Transfer Learning: Using Pretrained Models

Training from scratch requires massive data. Transfer learning uses pretrained weights:

from torchvision import models

# Load pretrained ResNet50 (trained on ImageNet)
resnet = models.resnet50(pretrained=True)

# Option 1: Freeze all layers, retrain only last layer
for param in resnet.parameters():
    param.requires_grad = False

# Replace final layer for your task (10 classes instead of ImageNet's 1000)
num_classes = 10
resnet.fc = nn.Linear(resnet.fc.in_features, num_classes)

# Only train the new last layer
optimizer = torch.optim.Adam(resnet.fc.parameters(), lr=0.001)

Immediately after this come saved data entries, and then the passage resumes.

export class SearchIndex {
  private syn = new SynonymSet();
  private ms = newMiniSearch(this.syn);
  private docs = new Map<number, SearchDoc>();
  private entries = new Map<number, IndexedEntry>();
  /** Law slug → name; mechanism slug → { name, parent slug }. */
  laws = new Map<string, string>();
  classes = new Map<string, { name: string; parent: string | null }>();
  /** Normalised term → number of indexed entries that hold it in any field. */
  private df = new Map<string, number>();
  /**
   * The one- and two-letter terms a query may search for: the words of the synonym groups' phrases
   * ("RF", the "Q" of "loaded Q") and the abbreviations the entries write in capitals ("EM", "DC").
   * Any other short word of a query is a stray fragment and is left out.
   */
  private shortTerms = new Set<string>();
  /** Scored hits of single words (see query()); emptied whenever the index changes. */
  private wordCache = new Map<string, Map<number, WordHit>>();
  /** Hits held in the word cache in all (bounds its memory: about 100 bytes a hit). */
  private wordCacheHits = 0;
  private watermark = '';
  private building: Promise<void> | null = null;
  private built = false;
  private timer: NodeJS.Timeout | undefined;
  private ticking = false;
  /** The build or update under way: the next one waits for it. */
  private queue: Promise<unknown> = Promise.resolve();

  constructor(private readonly opts: SearchIndexOptions) {}

  /** Starts the first build and the refresh timer. */
  start(): void {
    void this.ready().catch((err) => this.opts.logger?.error({ err }, 'search index build failed'));
    if (this.opts.refreshMs > 0) {
      // Cast: tsc may read the DOM's setInterval (returning a number) before Node's.
      this.timer = setInterval(() => void this.tick(), this.opts.refreshMs) as unknown as NodeJS.Timeout;
      this.timer.unref();
    }
  }

  /** Stops the timer and waits for a build or refresh under way. */
  async stop(): Promise<void> {
    if (this.timer) clearInterval(this.timer);
    this.timer = undefined;
    await Promise.allSettled([this.building, this.tickP].filter(Boolean));
  }

  /** Resolves once the index has been built (a failed build is tried again on the next call). */
  async ready(): Promise<void> {
    if (this.built) return;
    this.building ??= this.rebuild().finally(() => (this.building = null));
    await this.building;
  }

  private tickP: Promise<void> | null = null;

  private tick(): Promise<void> {
    if (this.tickP) return this.tickP;
    this.tickP = this.refresh().finally(() => (this.tickP = null));
    return this.tickP;
  }

  private async refresh(): Promise<void> {
    if (this.ticking) return;
    this.ticking = true;
    try {
      const mark = await readWatermark();
      if (mark !== this.watermark) await this.rebuild();
    } catch (err) {
      this.opts.logger?.warn({ err }, 'search index refresh failed');
    } finally {
      this.ticking = false;
    }
  }

  /** The synonym groups as the index uses them. */
  get synonyms(): SynonymSet {
    return this.syn;
  }

  /** Reads entries (all, or those with these ids) that are published; keeps the taxonomy's names. */
  private async load(ids?: number[]): Promise<LoadedEntry[]> {
    const { laws, classes, items } = await loadEntries(ids);
    this.laws = laws;
    this.classes = classes;
    return items;
  }

  /** Runs index work one piece at a time. */
  private serial<T>(work: () => Promise<T>): Promise<T> {
    const run = this.queue.then(work, work);
    this.queue = run.catch(() => {});
    return run;
  }

  /** Builds the whole index again from the database (also after a change of the synonym groups). */
  rebuild(): Promise<void> {
    return this.serial(() => this.doRebuild());
  }

  private async doRebuild(): Promise<void> {
    const mark = await readWatermark();
    const syn = await loadSynonyms();
    const loaded = await this.load();
    const ms = newMiniSearch(syn);
    ms.addAll(loaded.map((l) => l.doc));
    const df = new Map<string, number>();
    const short = shortTermsOf(syn);
    for (const l of loaded) {
      countTerms(df, l.doc, 1, syn);
      addShortTerms(short, l.doc);
    }
    this.syn = syn;
    this.ms = ms;
    this.df = df;
    this.shortTerms = short;
    this.clearWordCache();
    this.docs = new Map(loaded.map((l) => [l.doc.id, l.doc]));
    this.entries = new Map(loaded.map((l) => [l.entry.id, l.entry]));
    this.watermark = mark;
    this.built = true;
  }

  /** Re-reads one entry after this server published or retired it, or linked a sighting to it. */
  async update(slug: string): Promise<void> {
    if (!this.built) return this.ready();
    return this.serial(() => this.doUpdate(slug));
  }

  private async doUpdate(slug: string): Promise<void> {
    const id = await findEntryId(slug);
    if (id === undefined) return;
    const loaded = await this.load([id]);
    const old = this.docs.get(id);
    if (old) {
      this.ms.remove(old);
      countTerms(this.df, old, -1, this.syn);
      this.clearWordCache();
      this.docs.delete(id);
      this.entries.delete(id);
    }
    for (const { doc, entry } of loaded) {
      this.ms.add(doc);
      countTerms(this.df, doc, 1, this.syn);
      addShortTerms(this.shortTerms, doc);
      this.clearWordCache();
      this.docs.set(doc.id, doc);
      this.entries.set(entry.id, entry);
    }
  }

  /** The class and every class below it. */
  classAndChildren(slug: string): Set<string> {
    const out = new Set([slug]);
    for (let grew = true; grew; ) {
      grew = false;
      for (const [s, c] of this.classes) {
        if (c.parent && out.has(c.parent) && !out.has(s)) {
          out.add(s);
          grew = true;
        }
      }
    }
    return out;
  }

  /** The class and every class above it, nearest first (a facet count of a class includes its children's entries). */
  classAndAncestors(slug: string): string[] {
    const out: string[] = [];
    for (let at: string | null | undefined = slug; at && !out.includes(at); at = this.classes.get(at)?.parent) out.push(at);
    return out;
  }

  /**
   * The words of a query that the index searches for, each as typed and normalised: stop words,
   * and words of one or two letters that are not a known short term (see shortTerms), are left
   * out, so that "ab" or "xq zz" is no search for stray fragments.
   */
  queryWords(q: string): { typed: string; term: string }[] {
    const out: { typed: string; term: string }[] = [];
    for (const typed of tokenize(q)) {
      const term = normaliseTerm(typed);
      if (!term) continue;
      if (term.length < MIN_WORD && !this.shortTerms.has(term)) continue;
      out.push({ typed, term });
    }
    return out;
  }

  /**
   * Ranked hits for q (all entries, newest first, when q is blank; none when q holds no word the
   * index searches for, see queryWords). Every word must match
   * (AND), falling back to any word (OR) when that finds nothing. Only the last word matches as a
   * prefix (it is the one still being typed), and only a word that is not in the index's vocabulary
   * is matched fuzzily, within an edit distance of about a third of its length (at most 2), so that
   * a swapped or dropped letter is forgiven and a correct word does not fan out over its neighbours.
   *
   * Each word is searched on its own and its scored hits are kept in a small cache (most of a
   * query's time is scoring a common word's long posting list, and common words recur from query
   * to query); the words' hits are then intersected from the shortest list, their scores summed
   * and multiplied by the number of words matched, as minisearch itself combines them.
   */
  query(q: string): SearchHit[] {
    if (!/[\p{L}\p{N}]/u.test(q)) {
      return [...this.entries.values()].sort((a, b) => b.publishedAt - a.publishedAt || b.id - a.id).map((entry) => ({ entry, score: 0, terms: [] }));
    }
    // Split as the index splits ("zero-point" is two words), then normalised as the index normalises.
    const words = this.queryWords(q);
    if (!words.length) return [];
    const lists = words.map((w, i) => this.wordHits(w.term, i === words.length - 1, w.typed));
    const combine = (ids: Iterable<number>, need: number) => {
      const out: SearchHit[] = [];
      for (const id of ids) {
        let score = 0;
        let matched = 0;
        const terms = new Set<string>();
        for (const list of lists) {
          const hit = list.get(id);
          if (!hit) continue;
          score += hit.score;
          matched += 1;
          for (const t of hit.terms) terms.add(t);
        }
        const entry = this.entries.get(id);
        if (matched >= need && entry) out.push({ entry, score: score * matched, terms: [...terms] });
      }
      return out.sort((a, b) => b.score - a.score || a.entry.id - b.entry.id);
    };
    const shortest = lists.reduce((a, b) => (b.size < a.size ? b : a));
    const all = combine(shortest.keys(), lists.length);
    if (all.length) return all;
    // Any word, but only an entry that holds one of them as typed (or as the start of a word): a
    // word reached only through a typing error does not carry a hit alone ("hello world" → "would").
    const any = new Set<number>();
    for (const list of lists) for (const [id, hit] of list) if (!hit.fuzzy) any.add(id);
    return combine(any, 1);
  }

  /**
   * The matched words of a hit as a reader should see them, never a stem ("microwav"): each index
   * term the hit matched as the reader typed it, when a word of the query normalises to it
   * ("thrusters"), else as the entry writes it (a prefix or a typing error reached it:
   * "microw" → "microwave"), in lower case unless the entry only ever writes it with capitals
   * ("Carnot", "RF"). Concept terms are left out; duplicates are dropped.
   */
  readerWords(hit: SearchHit, q: string): string[] {
    const typed = new Map<string, string>();
    for (const { typed: word, term } of this.queryWords(q)) if (!typed.has(term)) typed.set(term, word);
    const terms = hit.terms.filter((t) => !isConceptTerm(t));
    const rest = new Set(terms.filter((t) => !typed.has(t)));
    const forms = rest.size ? this.writtenForms(hit.entry.id, rest) : new Map<string, string>();
    const out: string[] = [];
    for (const t of terms) {
      const word = typed.get(t) ?? forms.get(t) ?? t;
      if (!out.some((w) => w.toLowerCase() === word.toLowerCase())) out.push(word);
    }
    return out;
  }

  /**
   * Index term → the word the entry writes for it: written in lower case if it ever is; else as
   * written inside a sentence ("Carnot", "RF"); else, when only ever at the start of a sentence,
   * a title or a name ("Overbalanced wheel"), in lower case.
   */
  private writtenForms(id: number, terms: Set<string>): Map<string, string> {
    const doc = this.docs.get(id);
    const found = new Map<string, { word: string; rank: number }>();
    if (!doc) return new Map();
    let settled = 0;
    for (const field of FIELDS) {
      const text = fieldText(doc, field);
      for (const { token, at } of tokensOf(text)) {
        const t = normaliseTerm(token);
        if (!t || !terms.has(t)) continue;
        const had = found.get(t);
        if (had?.rank === 0) continue;
        const lower = token.toLowerCase();
        // 0: in lower case; 1: capitals inside a sentence; 2: a capital at a sentence's start.
        const rank = token === lower ? 0 : /^\p{Lu}\p{Ll}*$/u.test(token) && SENTENCE_START.test(text.slice(Math.max(0, at - 3), at)) ? 2 : 1;
        if (!had || rank < had.rank) found.set(t, { word: rank === 2 ? lower : token, rank });
        if (rank === 0) settled += 1;
      }
      if (settled === terms.size) break;
    }
    return new Map([...found].map(([t, f]) => [t, f.word]));
  }

  private clearWordCache(): void {
    this.wordCache.clear();
    this.wordCacheHits = 0;
  }

  /**
   * One word's scored hits (id → score and the index terms it matched), through the cache. A term
   * reached through a typing error must begin with the word's first letter (people seldom mistype
   * it, and "lorem" → "more" is no slip); an entry that only such terms reached is a fuzzy hit.
   */
  private wordHits(word: string, last: boolean, typed: string = word): Map<number, WordHit> {
    // A word of one or two letters (a known short term) matches only itself: as a prefix it would fan out.
    const prefix = last && word.length >= MIN_WORD;
    // A word the index lacks is also tried with letters swapped, which depends on how it was typed.
    const key = `${prefix ? 'prefix' : 'exact'}:${word}${this.df.has(word) ? '' : `:${fold(typed)}`}`;
    const cached = this.wordCache.get(key);
    if (cached) {
      this.wordCache.delete(key); // most recently used last
      this.wordCache.set(key, cached);
      return cached;
    }
    const known = this.df.has(word);
    const fuzzy = known ? false : fuzzyDistance(word);
    const hits = new Map<number, WordHit>();
    const direct = (t: string) => t === word || (prefix && t.startsWith(word));
    for (const r of this.ms.search(word, { tokenize: (t) => [t], processTerm: (t) => t, prefix, fuzzy, combineWith: 'OR' })) {
      const terms = fuzzy ? r.terms.filter((t) => direct(t) || t[0] === word[0]) : r.terms;
      if (terms.length) hits.set(r.id as number, { score: r.score, terms, fuzzy: !terms.some(direct) });
    }
    // Two letters typed the wrong way round are one slip, not the two edits minisearch counts.
    if (!known && word.length >= 4) {
      const weight = FUZZY_WEIGHT * (word.length / (word.length + 1));
      for (const variant of swapped(typed)) {
        if (variant === word || !this.df.has(variant)) continue;
        for (const r of this.ms.search(variant, { tokenize: (t) => [t], processTerm: (t) => t, prefix: false, fuzzy: false })) {
          const id = r.id as number;
          const had = hits.get(id);
          const terms = had ? [...new Set([...had.terms, ...r.terms])] : r.terms;
          hits.set(id, { score: (had?.score ?? 0) + r.score * weight, terms, fuzzy: had ? had.fuzzy : true });
        }
      }
    }
    this.wordCache.set(key, hits);
    this.wordCacheHits += hits.size;
    while (this.wordCache.size > WORD_CACHE_SIZE || this.wordCacheHits > WORD_CACHE_HITS) {
      const [oldest, dropped] = this.wordCache.entries().next().value!;
      this.wordCache.delete(oldest);
      this.wordCacheHits -= dropped.size;
    }
    return hits;
  }

  /**
   * Ranked hits for query terms that are already normalised (normaliseTerm), each searched once
   * with these options over the index's field boosts (the claim matcher's way in; GET /api/search
   * uses query()). Minisearch's score is kept as it gives it: the sum over terms and fields,
   * times the number of distinct query terms matched.
   */
  searchTerms(terms: string[], options: TermsSearchOptions = {}): TermsHit[] {
    if (!terms.length) return [];
    return this.ms
      .search(terms.join(' '), { boost: BOOST, combineWith: 'OR', prefix: false, fuzzy: false, ...options, tokenize: (s) => s.split(' '), processTerm: (t) => t })
      .map((r: SearchResult) => ({ entry: this.entries.get(r.id as number)!, score: r.score, terms: r.terms, queryTerms: r.queryTerms, match: r.match }))
      .filter((h) => h.entry);
  }

  /** How many indexed entries hold this normalised term in any field. */
  documentFrequency(term: string): number {
    return this.df.get(term) ?? 0;
  }

  get size(): number {
    return this.entries.size;
  }
}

# Option 2: Fine-tune (train all layers with low learning rate)
for param in resnet.parameters():
    param.requires_grad = True

# Higher learning rate for new layer, lower for pretrained layers
param_groups = [
    {'params': resnet.fc.parameters(), 'lr': 0.01},
    {'params': [p for p in resnet.parameters() if p not in resnet.fc.parameters()], 'lr': 0.0001}
]
optimizer = torch.optim.Adam(param_groups)

Visualizing What CNNs Learn

Filters in early layers detect edges; deeper layers detect complex patterns:

# Extract first layer filters
first_conv = model.conv1.weight.data  # Shape: [32, 3, 3, 3]

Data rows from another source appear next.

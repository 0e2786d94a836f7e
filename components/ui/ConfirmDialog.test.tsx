import { act, fireEvent, render, screen, waitFor } from '@testing-library/react';
import { useState } from 'react';
import { Pressable, Text } from 'react-native';
import { confirmChange } from '../admin/confirm';
import { ConfirmDialog, ConfirmHost } from './ConfirmDialog';

/** A page with a button that opens the dialog, as a screen would. */
function Page({ onConfirm }: { onConfirm: () => void }) {
  const [open, setOpen] = useState(false);
  return (
    <>
      <Pressable testID="opener" role="button" onPress={() => setOpen(true)}>
        <Text>Delete</Text>
      </Pressable>
      <ConfirmDialog
        open={open}
        title="Delete this saved check?"
        detail="Its link will stop working."
        confirmLabel="Delete"
        onCancel={() => setOpen(false)}
        onConfirm={() => {
          setOpen(false);
          onConfirm();
        }}
      />
    </>
  );
}

const open = async () => {
  const opener = screen.getByTestId('opener');
  act(() => opener.focus());
  fireEvent.click(opener);
  return screen.findByTestId('confirm-dialog');
};

describe('ConfirmDialog', () => {
  it('is a modal alert dialog labelled by its question and described by its detail', async () => {
    render(<Page onConfirm={() => {}} />);
    expect(screen.queryByTestId('confirm-dialog')).toBeNull();
    const dialog = await open();
    expect(dialog.getAttribute('role')).toBe('alertdialog');
    expect(dialog.getAttribute('aria-modal')).toBe('true');
    expect(document.getElementById(dialog.getAttribute('aria-labelledby')!)!.textContent).toBe('Delete this saved check?');
    expect(document.getElementById(dialog.getAttribute('aria-describedby')!)!.textContent).toBe('Its link will stop working.');
  });

  it('moves focus to Cancel when it opens', async () => {
    render(<Page onConfirm={() => {}} />);
    await open();
    await waitFor(() => expect(document.activeElement).toBe(screen.getByTestId('confirm-dialog-cancel')));
  });

  it('cancels on Escape without going ahead, and gives focus back to the button that opened it', async () => {
    const onConfirm = jest.fn();
    render(<Page onConfirm={onConfirm} />);
    await open();
    await waitFor(() => expect(document.activeElement).toBe(screen.getByTestId('confirm-dialog-cancel')));
    fireEvent.keyUp(document, { key: 'Escape' });
    await waitFor(() => expect(screen.queryByTestId('confirm-dialog')).toBeNull());
    expect(onConfirm).not.toHaveBeenCalled();
    await waitFor(() => expect(document.activeElement).toBe(screen.getByTestId('opener')));
  });

  it('goes ahead only on its own button', async () => {
    const onConfirm = jest.fn();
    render(<Page onConfirm={onConfirm} />);
    await open();
    fireEvent.click(screen.getByTestId('confirm-dialog-cancel'));
    await waitFor(() => expect(screen.queryByTestId('confirm-dialog')).toBeNull());
    expect(onConfirm).not.toHaveBeenCalled();
    await open();
    fireEvent.click(screen.getByTestId('confirm-dialog-accept'));
    expect(onConfirm).toHaveBeenCalledTimes(1);
  });
});

describe('confirmChange', () => {
  it('asks in the page, never through window.confirm, and runs the change only on yes', async () => {
    const native = jest.spyOn(window, 'confirm');
    const onConfirm = jest.fn();
    render(<ConfirmHost />);
    act(() => confirmChange('Remove this group?', 'The claim check stops treating these as one thing.', 'Remove', onConfirm));
    const dialog = await screen.findByTestId('confirm-dialog');
    expect(dialog.textContent).toContain('Remove this group?');
    expect(screen.getByTestId('confirm-dialog-accept').textContent).toBe('Remove');
    fireEvent.click(screen.getByTestId('confirm-dialog-accept'));
    expect(onConfirm).toHaveBeenCalledTimes(1);
    await waitFor(() => expect(screen.queryByTestId('confirm-dialog')).toBeNull());
    expect(native).not.toHaveBeenCalled();
    native.mockRestore();
  });
});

fig, axes = plt.subplots(4, 8, figsize=(12, 6))
for i, ax in enumerate(axes.flat):
    if i < 32:
        # Normalize to [0, 1] for visualization
        filter_img = first_conv[i].permute(1, 2, 0)
        filter_img = (filter_img - filter_img.min()) / (filter_img.max() - filter_img.min())
        ax.imshow(filter_img.cpu().detach().numpy())
        ax.axis('off')

plt.title('First Layer Filters')
plt.tight_layout()
plt.show()

Image Augmentation: Fighting Overfitting

Augmentation artificially increases training data variety:

from torchvision import transforms

# Training augmentations
train_transform = transforms.Compose([
    transforms.RandomHorizontalFlip(p=0.5),
    transforms.RandomRotation(10),
    transforms.ColorJitter(brightness=0.2, contrast=0.2),
    transforms.RandomAffine(degrees=0, translate=(0.1, 0.1)),
    transforms.ToTensor(),
    transforms.Normalize(mean=[0.485, 0.456, 0.406],
                        std=[0.229, 0.224, 0.225])
])

# Test: no augmentation
test_transform = transforms.Compose([
    transforms.ToTensor(),
    transforms.Normalize(mean=[0.485, 0.456, 0.406],
                        std=[0.229, 0.224, 0.225])
])

# Load CIFAR-10 with augmentation
train_dataset = datasets.CIFAR10(root='./data', train=True, transform=train_transform, download=True)
test_dataset = datasets.CIFAR10(root='./data', train=False, transform=test_transform, download=True)

train_loader = DataLoader(train_dataset, batch_size=32, shuffle=True)
test_loader = DataLoader(test_dataset, batch_size=32)

Key Takeaway

CNNs leverage spatial structure in images through weight sharing and local connectivity. Transfer learning lets you apply pretrained knowledge to new problems with limited data—a powerful shortcut in practice.

Practical Exercise

Build and train a CNN on CIFAR-10:

import torch
import torch.nn as nn
import torch.optim as optim
from torchvision import datasets, transforms
from torch.utils.data import DataLoader

# Your task:
# 1. Create a CNN with at least 2 conv blocks
# 2. Include batch normalization
# 3. Use data augmentation for training
# 4. Train for 10 epochs with learning rate scheduling
# 5. Evaluate accuracy on test set
# 6. Compare plain CNN vs with batch normalization

# Expected components:
# - Custom CNN class
# - Data augmentation pipeline
# - Learning rate scheduler
# - Training loop with validation
# - Performance comparison
# - Test set accuracy > 70%

# Bonus:
# - Use transfer learning with pretrained ResNet
# - Compare performance vs training from scratch
# - Visualize learned filters

This exercise teaches CNN fundamentals and shows the practical power of architectural choices.